Problem requirements:
Set out exactly, line by line, the stretch of data below that begins at the line containing "placed++ === 0" and ends at the line containing "const [dragFrom, setDragFrom]", with both ends kept.

Record set:
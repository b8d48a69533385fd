import { LAYER_KIND_LABELS, LAYER_KINDS, type LayerKind } from "@shared/domain/layers";
import { TextField } from "@/components/ui/form/text-field";

type Allowance = { layerKind: LayerKind; pct: number | string };

/**
 * One box per layer kind for the waste allowance added to the estimate; an empty box means none for that kind.
 * The value is the settings' list of { layerKind, pct } (only kinds with a figure).
 */
export function WasteAllowanceFields({ value, onChange, error, disabled }: { value: Allowance[] | undefined; onChange: (v: Allowance[]) => void; error?: string; disabled?: boolean }) {
  const current = new Map((value ?? []).map((a) => [a.layerKind, String(a.pct)]));
  const set = (kind: LayerKind, text: string) => {
    const next = new Map(current);
    if (text.trim() === "") next.delete(kind);
    else next.set(kind, text);
    onChange(LAYER_KINDS.filter((k) => next.has(k)).map((k) => ({ layerKind: k, pct: next.get(k)! })));
  };
  return (
    <div className="flex flex-col gap-2">
      {error ? <p className="text-sm font-medium text-red-800">{error}</p> : null}
      <div className="grid gap-3 sm:grid-cols-3 lg:grid-cols-4">
        {LAYER_KINDS.filter((k) => k !== "prep").map((k) => (
          <TextField key={k} label={`${LAYER_KIND_LABELS[k]} (%)`} inputMode="decimal" disabled={disabled} value={current.get(k) ?? ""} onChange={(e) => set(k, e.target.value)} />
        ))}
      </div>
    </div>
  );
}
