export function PlanEditor({
  plan,
  materials,
  submitLabel,
  onSave,
  onCancel,
}: {
  plan: PlanDto | null;
  materials: MaterialDto[];
  submitLabel: string;
  /** Saves the document; `version` is the plan's edit version the editor was opened at (or moved on to). */
  onSave: (doc: PlanDocumentInput, version: number) => Promise<unknown>;
  onCancel: () => void;
}) {
  const [problem, setProblem] = useState<string | null>(null);
  const form = useForm<EditorValues, unknown, PlanDocument>({ resolver, defaultValues: editorValuesOf(plan) });
  const guard = useVersionGuard(plan ?? NEW_PLAN, onSave);
  const showError = (error: unknown) => {
    if (isApiError(error)) {
      let placed = 0;
      for (const [field, message] of Object.entries(error.fields)) {
        setError(field as Path<EditorValues>, { type: "server", message }, { shouldFocus: placed++ === 0 });
      }
      setProblem(error.message);
    } else setProblem("Something went wrong. Try again.");
  };
  const {
    control,
    register,
    handleSubmit,
    setError,
    setValue,
    formState: { errors, isSubmitting },
  } = form;
  const layers = useFieldArray({ control, name: "layers" });
  const [collapsed, setCollapsed] = useState<Set<string>>(new Set());
  const [dragFrom, setDragFrom] = useState<number | null>(null);

  const submit = handleSubmit(
    async () => {
      setProblem(null);
      try {
        await guard.submit(toDocument(form.getValues()));
      } catch (error) {
        showError(error);
      }
    },
    () => setProblem("Check the highlighted fields."),
  );

  const locked = plan?.latest.locked ?? false;
  const onDrop = (to: number) => (e: DragEvent) => {
    e.preventDefault();
    const carried = Number.parseInt(e.dataTransfer.getData("text/plain"), 10);
    const from = Number.isInteger(carried) ? carried : dragFrom;
    if (from !== null && from !== to && from >= 0 && from < layers.fields.length) layers.move(from, to);
    setDragFrom(null);
  };

  return (
    <form onSubmit={submit} noValidate className="flex flex-col gap-6">
      {problem ? <Alert tone="error">{problem}</Alert> : null}
      {guard.conflict ? (
        <VersionConflictNotice
          what="plan"
          conflict={guard.conflict}
          onReload={() => {
            const theirs = guard.reload();
            if (theirs) form.reset(editorValuesOf(theirs as PlanDto));
          }}
          onSaveAgain={() => guard.saveAgain().catch(showError)}
        />
      ) : null}
      {locked ? (
        <Alert tone="info" title={`Version ${plan!.latest.version} has been used`}>
          It is kept exactly as it was sprayed. Saving makes version {plan!.latest.version + 1}.
        </Alert>
      ) : null}
      <div className="grid gap-5 lg:grid-cols-2">
        <TextField label="Plan name" required autoComplete="off" error={errors.name?.message} {...register("name")} />
        <TextField label="Note for this version" hint="What changed, e.g. one more coat of candy" autoComplete="off" error={errors.versionNote?.message} {...register("versionNote")} />
        <TextareaField label="Description" rows={2} fieldClassName="lg:col-span-2" error={errors.description?.message} {...register("description")} />
      </div>

      <section aria-labelledby="layers-heading" className="flex flex-col gap-3">
        <div className="flex flex-wrap items-center justify-between gap-3">
          <h2 id="layers-heading" className="text-lg font-semibold">
            Layers, bottom to top
          </h2>
          {errors.layers?.message ? <p className="text-sm font-medium text-red-800">{errors.layers.message}</p> : null}
        </div>
        {layers.fields.length === 0 ? <p className="rounded-lg border border-dashed border-primer-300 bg-white p-4 text-primer-700">No layers yet. Add the first one below.</p> : null}
        <ol className="flex flex-col gap-3">
          {layers.fields.map((field, index) => (
            <li
              key={field.id}
              onDragOver={(e) => {
                e.preventDefault();
                e.dataTransfer.dropEffect = "move";
              }}
              onDrop={onDrop(index)}
              className={cn("rounded-xl border bg-white shadow-card", dragFrom === index ? "border-candy-500 opacity-70" : "border-primer-200")}
            >
              <LayerCard
                index={index}
                count={layers.fields.length}
                control={control}
                register={register}
                setValue={setValue}
                errors={errors}
                materials={materials}
                collapsed={collapsed.has(field.id)}
                onToggle={() =>
                  setCollapsed((s) => {
                    const next = new Set(s);
                    if (next.has(field.id)) next.delete(field.id);
                    else next.add(field.id);
                    return next;
                  })
                }
                onMove={(to) => layers.move(index, to)}
                onRemove={() => layers.remove(index)}
                onDragStart={() => setDragFrom(index)}
                onDragEnd={() => setDragFrom(null)}
              />
            </li>
          ))}
        </ol>
        <AddLayer disabled={layers.fields.length >= MAX_PLAN_LAYERS} onAdd={(kind) => layers.append(newLayer(kind))} />
      </section>

      <FormActions className="sticky bottom-0 z-10 -mx-4 border-t border-primer-200 bg-primer-50/95 px-4 py-3 backdrop-blur sm:-mx-6 sm:px-6">
        <Button type="submit" size="lg" pending={isSubmitting}>
          {submitLabel}
        </Button>
        <Button variant="ghost" size="lg" onClick={onCancel}>
          Cancel
        </Button>
      </FormActions>
    </form>
  );
}
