import { putMouldWork } from '../../../services/mould-works'
// A mould being made or repaired (lead): stages, who does it, the day it is available from.
export default defineEventHandler(async (event) => {
  const actor = await requireRole(event, 'lead')
  const { id } = validParams(event, idParamSchema)
  const input = await validBody(event, mouldWorkPutSchema)
  return putMouldWork(actor, id, input)
})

Output of the exercise:
        setError(field as Path<EditorValues>, { type: "server", message }, { shouldFocus: placed++ === 0 });
      }
      setProblem(error.message);
    } else setProblem("Something went wrong. Try again.");
  };
  const {
    control,
    register,
    handleSubmit,
    setError,
    setValue,
    formState: { errors, isSubmitting },
  } = form;
  const layers = useFieldArray({ control, name: "layers" });
  const [collapsed, setCollapsed] = useState<Set<string>>(new Set());
  const [dragFrom, setDragFrom] = useState<number | null>(null);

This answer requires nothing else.